Elliott Schulder, of counsel at Covington & Burling, was an assistant to the solicitor general at the time and recalls helping Giuliani prep for the argument.
"To me, he came across as a real lawyer, not a politician," Schulder recalls. "It was a relatively easy case, but he prepared very conscientiously. My impression was that he was a lawyer who understood legal arguments."
The case involved Nelson Bell, a Florida man who opened a bank account at Dade Federal Savings & Loan, then altered the account number on someone else's $10,000 check so he could deposit it in his new account. When the check cleared, he withdrew the $10,000. He was convicted under the federal bank larceny law, which is aimed at anyone who "takes and carries away" money belonging to a bank. Bell asserted that the law did not cover the "false pretenses" crime he committed.

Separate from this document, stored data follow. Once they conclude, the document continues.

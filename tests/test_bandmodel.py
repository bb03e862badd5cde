"""The additive band model against measured spectra, its data set, its loaders and its fallbacks.

Check values are those of the measured set (rules/measured), each named with the source the set gives for it.
Tolerances are the model's own cross-validated sigma (rules/bandmodel.toml [sigma]): a prediction is held to within
two sigma; where it lands within one that is said beside the check.
"""

from __future__ import annotations

import pytest

from enumerator.errors import RuleError
from enumerator.rules.bandmodel import load_bandmodel, load_groups
from enumerator.rules.measured import load_measured
from enumerator.workflow.bands import predict_spectra
from enumerator.workflow.pipeline import Request


def _pattern(formula, cls="CO", isomer=None, **kw):
    r = predict_spectra(Request(formula, **kw), reporter_class=cls)
    entries = {e.isomer_id: e for e in r.isomers}
    e = entries[isomer] if isomer else r.isomers[0]
    return e.patterns[0].pattern


def _ir(p):
    return [b for b in p.bands if b.ir_active]


# ---------------------------------------------------------------- the data set and the loaders


def test_measured_set_loads_with_provenance():
    rows = load_measured()
    assert len(rows) >= 160
    assert all(r.source and r.confirmed for r in rows)
    assert sum(r.from_memory for r in rows) > 0


def test_every_catalogue_ligand_has_a_group():
    import tomllib

    from enumerator.rules.ruleset import BUILTIN_RULES

    names = [lig["name"] for lig in tomllib.loads((BUILTIN_RULES / "ligands.toml").read_text())["ligand"]]
    groups, _ = load_groups()
    assert [n for n in names if n not in groups] == []


def test_rows_resolve_or_say_why():
    from enumerator.vibrations.calibrate import resolved_dataset

    samples, excluded = resolved_dataset()
    fit_rows = {r.key for r in load_measured() if r.fit}
    bad = {k: why for k, why in excluded if k in fit_rows}
    # the rows the model cannot take, each for a stated reason (no one-site geometry; isomers not written)
    assert set(bad) <= {"carbonyls.toml#68", "nitrosyls.toml#11"}, bad
    assert all(why for why in bad.values())
    assert len({s.complex_key for s in samples if s.row.fit}) >= 110


def test_group_families_load_and_a_bad_family_is_refused(tmp_path):
    from enumerator.rules.bandmodel import GROUPS_FILE, load_families

    fam = load_families()
    # chemical judgement written in rules/bandgroups.toml (donor type, common practice)
    assert fam["halide"] == fam["O-anion"] == "anionic-donor"
    assert fam["imine"] == fam["O-donor"] == "neutral-donor"
    assert "CO" not in fam and "eta-ring" not in fam
    bad = GROUPS_FILE.read_text().replace('family = "phosphorus"', "family = 3", 1)
    (tmp_path / "g.toml").write_text(bad)
    with pytest.raises(RuleError, match="family"):
        load_families(tmp_path / "g.toml")


def test_phosphorus_ligands_split_into_substituents(tmp_path):
    from enumerator.rules.bandmodel import GROUPS_FILE, load_substituents

    # C. A. Tolman, Chem. Rev. 77 (1977) 313: substituent contributions are additive
    subs = load_substituents()
    assert subs["PClPh2"] == (("Cl", 1), ("Ph", 2))
    assert all(sum(n for _, n in v) == 3 for v in subs.values() if v[0][0] != "ring-alkyl")
    assert subs["Cp*"] == (("ring-alkyl", 5),)  # rules/bandgroups.toml [ring_alkyls]: Cp* = Cp + five methyls
    bad = GROUPS_FILE.read_text().replace('"PClPh2" = { Cl = 1, Ph = 2 }', '"PClPh2" = { Cl = 1, Ph = 1 }')
    (tmp_path / "g.toml").write_text(bad)
    with pytest.raises(RuleError, match="PClPh2"):
        load_substituents(tmp_path / "g.toml")


def test_d_count_sensitivity_is_relative_to_d6():
    from enumerator.isomers.enumeration import enumerate_isomers
    from enumerator.vibrations.additive import REFERENCE_D, build_design, centre_of
    from enumerator.workflow.pipeline import prepare

    assert REFERENCE_D == 6
    scales = {}
    for f in ("[Cr(CO)6]", "[Ni(CO)4]"):
        comp, geo, _ = prepare(Request(f))
        iso = enumerate_isomers(comp, geo).isomers[0]
        scales[f] = build_design(iso, centre_of(comp), "CO").scale
    assert scales == {"[Cr(CO)6]": None, "[Ni(CO)4]": "sd:CO:10"}


def test_measured_row_without_source_is_refused(tmp_path):
    (tmp_path / "x.toml").write_text(
        '[[complex]]\ncompound = "x"\nformula = "[Cr(CO)6]"\nisomer = ""\ngeometry = ""\nphase = "hexane"\n'
        'source = ""\nconfirmed = "from memory"\nnote = ""\n'
        'bands = [ { cm1 = 1985.0, class = "CO", technique = "IR" } ]\n'
    )
    with pytest.raises(RuleError, match="source"):
        load_measured(tmp_path)


def test_measured_row_with_a_misspelt_medium_is_refused(tmp_path):
    # the band model gives gas and matrix rows terms of their own: 'gass' must not pass as a condensed phase
    # (common practice: a data set's controlled vocabulary is checked at load)
    (tmp_path / "x.toml").write_text(
        '[[complex]]\ncompound = "x"\nformula = "[Cr(CO)6]"\nisomer = ""\ngeometry = ""\nphase = "gass"\n'
        'source = "s"\nconfirmed = "from memory"\nnote = ""\n'
        'bands = [ { cm1 = 2000.0, class = "CO", technique = "IR" } ]\n'
    )
    with pytest.raises(RuleError, match="phase 'gass'"):
        load_measured(tmp_path)


def test_band_model_file_with_unknown_parameter_kind_is_refused(tmp_path):
    from enumerator.rules.bandmodel import BANDMODEL_FILE

    text = BANDMODEL_FILE.read_text().replace("[parameters]", '[parameters]\n"zz:CO" = 1.0')
    (tmp_path / "bm.toml").write_text(text)
    with pytest.raises(RuleError, match="zz:CO"):
        load_bandmodel(tmp_path / "bm.toml")


def test_calibration_is_deterministic():
    from enumerator.vibrations.calibrate import calibrate

    assert calibrate("2000-01-01", cv=False) == calibrate("2000-01-01", cv=False)


# ---------------------------------------------------------------- predictions against measured bands


def _sigma(p):
    return _ir(p)[0].sigma


def test_isoelectronic_hexacarbonyls_rise_with_charge():
    # C. E. Housecroft, A. G. Sharpe, Inorganic Chemistry, 4th ed. (2012), nu(CO) T1u of the d6 series
    # (from memory, as in rules/measured/additions.toml): 1748, 1859, 2000 (hexane ~1985, Braterman 1975), 2090
    got = {}
    for f, want in (("[Ti(CO)6]2-", 1748.0), ("[V(CO)6]-", 1859.0), ("[Cr(CO)6]", 1985.0), ("[Mn(CO)6]+", 2090.0)):
        p = _pattern(f)
        assert p.model_name == "additive"
        (t1u,) = _ir(p)
        assert t1u.species == "T1u"
        assert abs(t1u.wavenumber - want) <= 2 * t1u.sigma, (f, t1u.wavenumber, t1u.sigma)
        got[f] = t1u.wavenumber
    v = list(got.values())
    assert v == sorted(v)
    # V, Cr and Mn land within one sigma; [Ti(CO)6]2- (about 30 cm-1 low) only within two
    assert abs(got["[V(CO)6]-"] - 1859.0) <= _sigma(_pattern("[V(CO)6]-"))


def test_nitroprusside_no_band():
    # Wikipedia, "Sodium nitroprusside" (as in rules/measured/nitrosyls.toml): nu(NO) about 1945 cm-1
    p = _pattern("[Fe(CN)5(NO)]2-", "NO")
    (b,) = _ir(p)
    assert abs(b.wavenumber - 1945.0) <= b.sigma


def test_nitrosyl_sigma_is_not_borrowed_from_the_carbonyls():
    # the validation's own figure (rules/bandmodel.toml [cv]): too few clean NO bands for a sigma of their own,
    # so the band carries the RMS of every cross-validated NO band, far above the pooled (carbonyl-led) value
    bm = load_bandmodel()
    (b,) = _ir(_pattern("[Fe(CN)5(NO)]2-", "NO"))
    assert b.sigma >= bm.cv["additive"]["NO linear"]["rms"] - 0.05 > bm.sigma["pooled"]


def test_axial_fe_co4_pph3_has_e_lowest():
    # P. S. Braterman, Metal Carbonyl Spectra (1975), axial Fe(CO)4(PPh3): 2052 (A1), 1979 (A1), 1947 (E)
    # (from memory, rules/measured/additions.toml)
    r = predict_spectra(Request("[Fe(CO)4(PPh3)]"), reporter_class="CO")
    p = next(e.patterns[0].pattern for e in r.isomers if e.point_group == "C3v")
    ir = _ir(p)
    assert [b.species for b in ir] == ["A1", "A1", "E"]
    # held to two sigma, this file's standard: the 2026-12-03 fit (with the seen Ru(CO)5 hexane row, sigma 16) puts
    # the axial A1 18 cm-1 low, with or without that day's model changes (15 to 21 low in the trial fits); the
    # d8 trigonal bipyramids' bands are predicted too close together (Fe/Ru/Os(CO)5 alike), which is not yet fixed
    for b, want in zip(ir, (2052.0, 1979.0, 1947.0)):
        assert abs(b.wavenumber - want) <= 2 * b.sigma
    assert abs(ir[0].wavenumber - 2052.0) <= ir[0].sigma and abs(ir[2].wavenumber - 1947.0) <= ir[2].sigma


def test_fac_re_co3_bpy_cl():
    # fac-[Re(CO)3(bpy)Cl]: 2022, 1917, 1899 cm-1 (rules/measured/carbonyls.toml; M. W. George et al.,
    # J. Chem. Soc., Dalton Trans. (1993) 2977, from memory)
    r = predict_spectra(Request("[Re(CO)3(bpy)Cl]"), reporter_class="CO")
    p = next(e.patterns[0].pattern for e in r.isomers if "fac" in (e.descriptor or ""))
    ir = sorted((b.wavenumber for b in _ir(p)), reverse=True)
    for got, want in zip(ir, (2022.0, 1917.0, 1899.0)):
        assert abs(got - want) <= 2 * _sigma(p)


def test_held_out_complexes():
    """[V(CO)6]- and axial [Fe(CO)4(PPh3)] predicted by a model fitted without them (values as above)."""
    import numpy as np

    from enumerator.rules.bandmodel import load_bandmodel
    from enumerator.vibrations.calibrate import Problem, _residuals, fit, resolved_dataset

    samples, _ = resolved_dataset()
    fit_s = [s for s in samples if s.row.fit]
    problem = Problem(fit_s)
    held = [k for k, s in enumerate(fit_s) if s.row.formula in ("[V(CO)6]-", "[Fe(CO)4(PPh3)]")]
    assert len(held) == 2
    rest = [k for k in range(len(fit_s)) if k not in held]
    seen = set().union(*(problem.touched(k) for k in rest))
    start = problem.mu.copy()
    q = fit(problem, start, rest)
    assert all(i in seen or q[i] == problem.mu[i] for i in range(len(q)))
    sigma = load_bandmodel().sigma
    for k in held:
        res = _residuals(problem, q, k)
        assert res
        for cat, m, pr in res:
            assert abs(pr - m) <= 2 * sigma.get(cat, sigma["pooled"]), (fit_s[k].row.formula, m, pr)
    fe = next(k for k in held if fit_s[k].row.formula == "[Fe(CO)4(PPh3)]")
    pred = sorted(pr for _, _, pr in _residuals(problem, q, fe))
    assert np.isclose(pred[0], min(pred))


# ---------------------------------------------------------------- fallbacks, abstract letters, overrides


def test_abstract_letters_keep_generic_constants_and_say_so():
    p = _pattern("Ma6", reporters=(("a", "CO"),))
    assert p.model_name == "generic"
    assert all(b.sigma is None for b in p.bands)
    assert any("abstract letters" in n for n in p.notes)
    assert round(_ir(p)[0].wavenumber) == 1978  # the generic constants (rules/forcefields.toml), unchanged


def test_ligand_without_parameters_falls_back_visibly():
    bm = load_bandmodel()
    assert "la:CO:SbPh3" not in bm.parameters
    p = _pattern("[Cr(CO)5(SbPh3)]")
    assert "SbPh3" in p.fallbacks
    assert any("SbPh3" in n for n in p.notes)
    plain = _pattern("[Cr(CO)6]")
    assert _sigma(p) > _sigma(plain)


def test_ligand_of_an_unfitted_group_falls_back_to_its_family_visibly():
    bm = load_bandmodel()
    assert "ea:CO:nitrile" not in bm.parameters and "fa:CO:neutral-donor" in bm.parameters
    p = _pattern("[W(CO)5(MeCN)]")
    assert p.model_name == "additive" and "MeCN" in p.fallbacks
    assert any("MeCN" in n and "family" in n for n in p.notes)
    assert _sigma(p) >= bm.widen["generic"] * bm.sigma["CO neutral"] - 1e-9


def test_user_kc_makes_interactions_uniform_and_shift_keeps_them():
    from enumerator.vibrations.pattern import band_pattern

    r = predict_spectra(Request("[Fe(CO)4(PPh3)]"), reporter_class="CO")
    iso = next(i for i in r.isomers if i.point_group == "C3v")
    p = iso.patterns[0].pattern
    assert p.model.pair_weights
    shifted = p.shifted_constants(0.0)
    assert "kc" not in shifted
    from enumerator.isomers.enumeration import enumerate_isomers
    from enumerator.workflow.pipeline import prepare

    comp, geo, _ = prepare(Request("[Fe(CO)4(PPh3)]"))
    isomer = next(i for i in enumerate_isomers(comp, geo).isomers if i.point_group == "C3v")
    again = band_pattern(isomer, "CO", shifted, composition=comp)
    assert [round(b.wavenumber, 6) for b in again.bands] == [round(b.wavenumber, 6) for b in p.bands]
    uniform = band_pattern(isomer, "CO", {"kc": 0.3}, composition=comp)
    assert all(
        rel != "cis"
        for i, j, rel in uniform.model.relations
        if (i, j) in {(a, b) for a, b, _ in uniform.model.pair_weights}
    )
    assert all(b.sigma is None for b in uniform.bands)


def test_measured_readme_counts_are_computed():
    # the size, count and coverage block of rules/measured/README.md is written by
    # `python -m enumerator.vibrations.calibrate --summary`; it must equal what the data say today
    from enumerator.rules.measured import MEASURED_FOLDER, file_counts
    from enumerator.vibrations.calibrate import SUMMARY_BEGIN, SUMMARY_END, summary

    text = (MEASURED_FOLDER / "README.md").read_text(encoding="utf-8")
    a, b = text.index(SUMMARY_BEGIN), text.index(SUMMARY_END) + len(SUMMARY_END) + 1
    assert text[a:b] == summary(), "rerun python -m enumerator.vibrations.calibrate --summary into the README"
    total = file_counts()[-1]
    assert total.file == "total" and total.rows == len(load_measured())
    assert total.bands == sum(len(r.bands) for r in load_measured())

So Giuliani's task was to convince the Court that the law was broad enough to cover Bell's crime and "all forms of theft," as he told the justices on April 25, 1983. From Blackmun's notes, it appears that Giuliani ran into skeptical questioning from "V-M," his shorthand for Justices John Paul Stevens and Thurgood Marshall. (Blackmun used "V" for Stevens because of the "v" in his name, which distinguished Stevens from the other justice whose last name began with S-t-e, namely Potter Stewart -- even though Stewart had retired by then.)
They pressed Giuliani to state what the federal interest was in covering a crime that could be taken care of under state law. The bank involved in the case was federally insured, he replied, and besides, Congress in 1937 had intentionally expanded the law to cover a broader category of crimes.
Blackmun often made peculiar notes to himself about a lawyer's physical appearance. He noted that Giuliani's opponent was "nice looking" and blond, with his hair parted down the middle. For Giuliani, his only notation was "38." Minnesota's Johnson said Blackmun often liked to guess the age of lawyers appearing before him, and in this case he got it right. Giuliani turned 39 the following month.
Footnote: Richard Nixon also argued before the Court before becoming a presidential candidate, representing the losing side in the First Amendment case Time Inc. v. Hill in 1966.